# MSI Optix MAG241C Erfahrung?



## LaVolpe (12. Dezember 2018)

Kann einer was zu dem Monitor sagen?
Gibts bei MM gerade für 189.
Sieht interessant aus, finde nur nicht soo wirklich viel zu dem


----------



## 0ssi (18. Dezember 2018)

Im entsprechenden mydealz Thread gab es einige Erfahrungsberichte aber wie gut Overdrive und Blur Reduction abgestimmt sind kam nicht richtig zur Sprache.


----------



## xcvxc (19. Dezember 2018)

hab ihn gehabt und kurze zeit später zurückgegeben, hat mir von den farben nicht gefallen (komme von ips), entweder müssen die farben bei va so sein und sie haben mir nicht gefallen oder es lag tatsächlich an nem monitorfehler.  Werde mir jetzt den samsung c24fg73 holen...


----------



## 0ssi (19. Dezember 2018)

VA (ohne Quantum Dot) hat etwas schlechtere Farben als IPS und auch eine etwas geringere Blickwinkelstabilität wodurch die Farben zu den Rändern hin blasser wirken auch wenn curved das etwas kompensiert.
Wenn du Pech hast steckte im MSI das gleiche Samsung Panel und du wirst mit dem C24FG73 auch nicht zufrieden sein.

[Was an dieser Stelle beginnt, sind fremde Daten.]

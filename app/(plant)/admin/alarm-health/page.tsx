import type { Metadata } from "next";
import { notFound } from "next/navigation";
import { getDb } from "@/lib/server/runtime";
import { isAdmin } from "@/lib/auth/viewer";
import { formatDateTime } from "@/lib/client/format";
import { formatDuration } from "@/lib/units";
import { alarmHealthReport } from "@/lib/server/alarm-health";
import { requirePageViewer } from "../../../(auth)/auth";

export const metadata: Metadata = { title: "Alarm-system health" };
export const dynamic = "force-dynamic";

const assessmentText = {
  acceptable: "acceptable (< 1 per 10 min)",
  manageable: "manageable (1–2 per 10 min)",
  overloaded: "overloaded (> 2 per 10 min)",
} as const;

function report() {
  return alarmHealthReport(getDb(), Date.now());
}

export default async function AlarmHealthPage() {
  const viewer = await requirePageViewer();
  if (!isAdmin(viewer)) notFound();
  const h = report();
  const pct = (x: number) => `${(x * 100).toFixed(1)} %`;
  const card = "rounded-lg border border-line bg-panel p-4";
  return (
    <section className="flex flex-col gap-4">
      <div>
        <h1 className="text-2xl font-semibold">Alarm-system health</h1>
        <p className="mt-1 max-w-prose text-muted">
          Last 7 days, all sites, measured against ISA-18.2 and EEMUA 191 guidance: under one alarm per 10 minutes per
          on-call person, no floods (more than 10 in 10 minutes), no chattering, few stale alarms, and a priority split
          near 80 / 15 / 5 % with under 1 % critical.
        </p>
      </div>
      <div className="grid gap-3 sm:grid-cols-3">
        <div className={card}>
          <p className="text-sm text-muted">Alarms raised</p>
          <p className="text-2xl font-semibold" data-testid="health-activations">
            {h.activations}
          </p>
        </div>
        <div className={card}>
          <p className="text-sm text-muted">Average per 10 min per on-call person</p>
          <p className="text-2xl font-semibold">{h.rate.averagePer10MinPerPerson.toFixed(2)}</p>
          <p className={`text-sm ${h.rate.assessment === "acceptable" ? "text-muted" : "text-alarm"}`}>
            {assessmentText[h.rate.assessment]}
          </p>
        </div>
        <div className={card}>
          <p className="text-sm text-muted">Peak 10 min · time in flood</p>
          <p className="text-2xl font-semibold">
            {h.rate.peakPer10MinPerPerson} · {pct(h.timeInFloodFraction)}
          </p>
          <p className="text-sm text-muted">{h.floods.length} flood(s)</p>
        </div>
      </div>
      <div className={card}>
        <h2 className="font-semibold">Priority distribution</h2>
        <table className="mt-2 w-full text-sm">
          <thead className="text-left text-muted">
            <tr>
              <th className="py-1 font-normal">Priority</th>
              <th className="py-1 font-normal">Count</th>
              <th className="py-1 font-normal">Share</th>
              <th className="py-1 font-normal">Guidance</th>
            </tr>
          </thead>
          <tbody>
            {h.priorityDistribution.map((p) => (
              <tr key={p.priority} className="border-t border-line/60">
                <td className="py-1">{p.label}</td>
                <td className="py-1">{p.count}</td>
                <td className={`py-1 ${p.withinGuidance ? "" : "font-semibold text-warning"}`}>{pct(p.share)}</td>
                <td className="py-1 text-muted">{p.target}</td>
              </tr>
            ))}
          </tbody>
        </table>
      </div>
      <div className="grid gap-3 md:grid-cols-3">
        <div className={card}>
          <h2 className="font-semibold">Most frequent ({pct(h.topShare)} of all)</h2>
          <ol className="mt-2 list-decimal pl-5 text-sm">
            {h.topAlarms.map((a) => (
              <li key={a.alarmKey}>
                {a.alarmKey.split("/")[0]} · {a.equipment} · {a.ruleId.replaceAll("_", " ")} — {a.count}
              </li>
            ))}
          </ol>
          {h.topAlarms.length === 0 ? <p className="text-sm text-muted">None.</p> : null}
        </div>
        <div className={card}>
          <h2 className="font-semibold">Chattering (≥ 3 changes in 60 s)</h2>
          <ul className="mt-2 text-sm">
            {h.chattering.map((c) => (
              <li key={c.alarmKey}>
                {c.alarmKey} — {c.maxTransitionsInWindow} changes from {formatDateTime(c.firstAtMs)}
              </li>
            ))}
          </ul>
          {h.chattering.length === 0 ? <p className="text-sm text-muted">None.</p> : null}
        </div>
        <div className={card}>
          <h2 className="font-semibold">Stale (active over 24 h)</h2>
          <ul className="mt-2 text-sm">
            {h.stale.map((s) => (
              <li key={s.alarmKey}>
                {s.alarmKey} — {formatDuration(s.activeForS)}
              </li>
            ))}
          </ul>
          {h.stale.length === 0 ? <p className="text-sm text-muted">None.</p> : null}
        </div>
      </div>
    </section>
  );
}
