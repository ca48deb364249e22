import type { Metadata } from "next";
import Link from "next/link";
import { notFound } from "next/navigation";
import { getDb } from "@/lib/server/runtime";
import { getSite } from "@/db/queries/sites";
import { PointListImport } from "@/components/points/point-list-import";
import { isAdmin } from "@/lib/auth/viewer";
import { requirePageViewer } from "../../../../../(auth)/auth";

export const metadata: Metadata = { title: "Point list" };
export const dynamic = "force-dynamic";

export default async function SitePointListPage({ params }: { params: Promise<{ siteId: string }> }) {
  const viewer = await requirePageViewer();
  const site = getSite(getDb(), viewer, (await params).siteId);
  if (!site || !isAdmin(viewer)) notFound();
  const base = `/api/sites/${encodeURIComponent(site.id)}`;
  return (
    <section>
      <p className="text-sm">
        <Link href={`/sites/${site.id}`} className="underline">
          {site.name}
        </Link>
      </p>
      <h1 className="mb-1 text-2xl font-semibold">Point list</h1>
      <p className="mb-2 max-w-prose text-muted">
        Add or change the points of this site&apos;s equipment from one CSV. Points the list does not name are left as
        they are; a gateway&apos;s point map then maps its names onto these points.
      </p>
      <p className="mb-4 flex flex-wrap gap-x-4 text-sm">
        <a href={`${base}/point-list`} className="underline">
          Current point list (CSV)
        </a>
        <a href={`${base}/export/brick`} className="underline">
          Brick model (Turtle)
        </a>
        <a href={`${base}/export/haystack`} className="underline">
          Haystack model (JSON)
        </a>
        <Link href={`/sites/${site.id}/gateways`} className="underline">
          Gateways and point maps
        </Link>
      </p>
      <PointListImport siteId={site.id} />
    </section>
  );
}
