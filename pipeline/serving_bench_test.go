package pipeline_test

import (
	"math"
	"math/rand/v2"
	"testing"

	"github.com/tabprep/tabprep"
	"github.com/tabprep/tabprep/examples/quickstart/demodata"
	"github.com/tabprep/tabprep/examples/quickstart/demodata/demoplan"
	"github.com/tabprep/tabprep/impute"
	"github.com/tabprep/tabprep/internal/steptest"
	"github.com/tabprep/tabprep/pipeline"
	"github.com/tabprep/tabprep/scale"
)

// servingPipeline is the quickstart's preprocessing (impute, one-hot,
// ordinal, z-score: demodata.Pipeline) fitted on the demo data without its
// outcome.
func servingPipeline(tb testing.TB) (*pipeline.Fitted, *tabprep.Frame) {
	tb.Helper()
	fitted, data, err := demodata.Serving()
	if err != nil {
		tb.Fatal(err)
	}
	return fitted, data
}

// handConsts are the fitted numbers the hand-written function needs, read
// from the fitted pipeline once.
type handConsts struct {
	ageFill, distFill float64
	reminderFill      string
	mean, inv         [4]float64 // days_ahead, pet_age, distance_km, prior_no_shows; inv = 1/std
}

func handConstsOf(f *pipeline.Fitted) handConsts {
	var k handConsts
	fill := f.Step(0).Params().(impute.FillParams)
	k.ageFill, k.distFill = float64(fill.Columns[0].Number), float64(fill.Columns[1].Number)
	k.reminderFill = f.Step(1).Params().(impute.FillParams).Columns[0].Level
	z := f.Step(4).Params().(scale.ZScoreParams)
	copy(k.mean[:], z.Mean)
	for i, sd := range z.Std {
		k.inv[i] = 1 / sd // scale.ZScore multiplies by the reciprocal
	}
	return k
}

// handWritten does the quickstart pipeline's arithmetic for its schema the
// way a Go developer would write it by hand: input cells clinic, species,
// visit_type, days_ahead, pet_age, distance_km, reminder, prior_no_shows;
// output visit_type, the four scaled numbers, then the one-hot columns.
func handWritten(dst []float64, src []tabprep.Cell, k *handConsts) {
	age, dist := src[4].Num, src[5].Num
	if age != age {
		age = k.ageFill
	}
	if dist != dist {
		dist = k.distFill
	}
	switch src[2].Str {
	case "vaccination":
		dst[0] = 0
	case "checkup":
		dst[0] = 1
	case "follow_up":
		dst[0] = 2
	case "dental":
		dst[0] = 3
	case "surgery":
		dst[0] = 4
	default:
		dst[0] = math.NaN()
	}
	dst[1] = (src[3].Num - k.mean[0]) * k.inv[0]
	dst[2] = (age - k.mean[1]) * k.inv[1]
	dst[3] = (dist - k.mean[2]) * k.inv[2]
	dst[4] = (src[7].Num - k.mean[3]) * k.inv[3]
	for i := 5; i < 19; i++ {
		dst[i] = 0
	}
	switch src[0].Str {
	case "Hillcrest":
		dst[5] = 1
	case "Lakeview":
		dst[6] = 1
	case "Northgate":
		dst[7] = 1
	case "Old Town":
		dst[8] = 1
	case "Riverside":
		dst[9] = 1
	}
	switch src[1].Str {
	case "bird":
		dst[10] = 1
	case "cat":
		dst[11] = 1
	case "dog":
		dst[12] = 1
	case "rabbit":
		dst[13] = 1
	case "reptile":
		dst[14] = 1
	}
	rem := src[6].Str
	if rem == "" {
		rem = k.reminderFill
	}
	switch rem {
	case "email":
		dst[15] = 1
	case "none":
		dst[16] = 1
	case "phone":
		dst[17] = 1
	case "sms":
		dst[18] = 1
	}
}

// servingRows returns the demo rows as input cells and the plan compiled
// with compile, and checks before any timing that the plan and the
// hand-written function agree bit for bit.
func servingRows(b *testing.B, compile func(*pipeline.Fitted) (*pipeline.Plan, error)) (*pipeline.Plan, [][]tabprep.Cell, handConsts) {
	fitted, data := servingPipeline(b)
	plan, err := compile(fitted)
	if err != nil {
		b.Fatal(err)
	}
	if plan.OutputWidth() != 19 {
		b.Fatalf("output has %d columns, the hand-written function writes 19: %v", plan.OutputWidth(), plan.Output().Names())
	}
	k := handConstsOf(fitted)
	rows := make([][]tabprep.Cell, data.NumRows())
	got, want := make([]float64, 19), make([]float64, 19)
	for i := range rows {
		rows[i] = steptest.Row(data, i)
		if err := plan.ApplyFloats(got, rows[i]); err != nil {
			b.Fatal(err)
		}
		handWritten(want, rows[i], &k)
		for j := range got {
			if math.Float64bits(got[j]) != math.Float64bits(want[j]) {
				b.Fatalf("row %d column %s: plan %v, hand-written %v", i, plan.Output().Columns[j].Name, got[j], want[j])
			}
		}
	}
	return plan, rows, k
}

// generated compiles f with its generated source, as a latency-bound
// scoring service does.
func generated(f *pipeline.Fitted) (*pipeline.Plan, error) { return f.CompileWith(demoplan.Plan) }

// interpreted compiles f without generated source, as a service that loads
// state files it was not built with does.
var interpreted = (*pipeline.Fitted).Compile

// benchRows calls score on the demo rows in turn, one row per op.
func benchRows(b *testing.B, rows [][]tabprep.Cell, score func(row []tabprep.Cell) error) {
	b.ReportAllocs()
	i := 0
	for b.Loop() {
		if err := score(rows[i]); err != nil {
			b.Fatal(err)
		}
		i++
		if i == len(rows) {
			i = 0
		}
	}
}

// BenchmarkRowPlan runs the compiled plan one row per op, the way a
// scoring loop does: with a Runner, its register file of its own, and the
// plan compiled with its generated source (Fitted.CompileWith).
func BenchmarkRowPlan(b *testing.B) {
	plan, rows, _ := servingRows(b, generated)
	run := plan.Runner()
	dst := make([]float64, plan.OutputWidth())
	benchRows(b, rows, func(row []tabprep.Cell) error { return run.ApplyFloats(dst, row) })
}

// BenchmarkRowPlanInterpreted is BenchmarkRowPlan with the plan of
// Fitted.Compile alone, which walks its tables for every cell.
func BenchmarkRowPlanInterpreted(b *testing.B) {
	plan, rows, _ := servingRows(b, interpreted)
	run := plan.Runner()
	dst := make([]float64, plan.OutputWidth())
	benchRows(b, rows, func(row []tabprep.Cell) error { return run.ApplyFloats(dst, row) })
}

// BenchmarkRowPlanPooled is BenchmarkRowPlanInterpreted through
// Plan.ApplyFloats, which takes its registers from a pool on every row.
func BenchmarkRowPlanPooled(b *testing.B) {
	plan, rows, _ := servingRows(b, interpreted)
	dst := make([]float64, plan.OutputWidth())
	benchRows(b, rows, func(row []tabprep.Cell) error { return plan.ApplyFloats(dst, row) })
}

// BenchmarkRowHandWritten runs handWritten on the same rows.
func BenchmarkRowHandWritten(b *testing.B) {
	_, rows, k := servingRows(b, interpreted)
	dst := make([]float64, 19)
	benchRows(b, rows, func(row []tabprep.Cell) error { handWritten(dst, row, &k); return nil })
}

// BenchmarkPipelineFit fits mean imputation and z-score scaling on
// 1,000,000 rows × 20 numeric columns; run it with -cpu 1,2 to see the
// column-parallel fit.
func BenchmarkPipelineFit(b *testing.B) {
	const rows, cols = 1_000_000, 20
	rng := rand.New(rand.NewPCG(41, 42))
	columns := make([]*tabprep.Column, cols)
	for j := range columns {
		v := make([]float64, rows)
		for i := range v {
			v[i] = float64(j) + rng.NormFloat64()
			if i%50 == j {
				v[i] = math.NaN()
			}
		}
		columns[j] = tabprep.AdoptNumeric("x"+string(rune('a'+j)), v)
	}
	train := tabprep.MustFrame(columns...)
	p := pipeline.New(pipeline.Use(impute.Mean{}), pipeline.Use(scale.ZScore{}))
	// One untimed fit first, so that neither -cpu run is charged for
	// memory first taken from the operating system.
	if _, err := p.Fit(train); err != nil {
		b.Fatal(err)
	}
	b.ReportAllocs()
	b.SetBytes(rows * cols * 8)
	b.ResetTimer()
	// A b.N loop, not b.Loop: with b.Loop the testing package measures the
	// first -cpu value in its discovery run, before it sets GOMAXPROCS, so
	// "-cpu 1,2" would time the 1-CPU case on every core.
	for i := 0; i < b.N; i++ {
		if _, err := p.Fit(train); err != nil {
			b.Fatal(err)
		}
	}
}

VA kauft man für mehr Kontrast und einen besseren Schwarzwert bei dunklen Bildinhalten.


----------



## JoM79 (19. Dezember 2018)

Nur weil du mit QD eine höhere Farbraumabdeckung hast, werden dadurch die Farben nicht besser.
Wobei besser auch relativ ist.
Gibt genug Leute die übersättigte Farben als besser empfinden.


----------



## 0ssi (19. Dezember 2018)

Für dich sind also Farben auf einem LCD vom Paneltyp VA ohne QD bereits am besten und bei OLED bekommst du dann vermutlich einen epileptischen Farbanfall !?


----------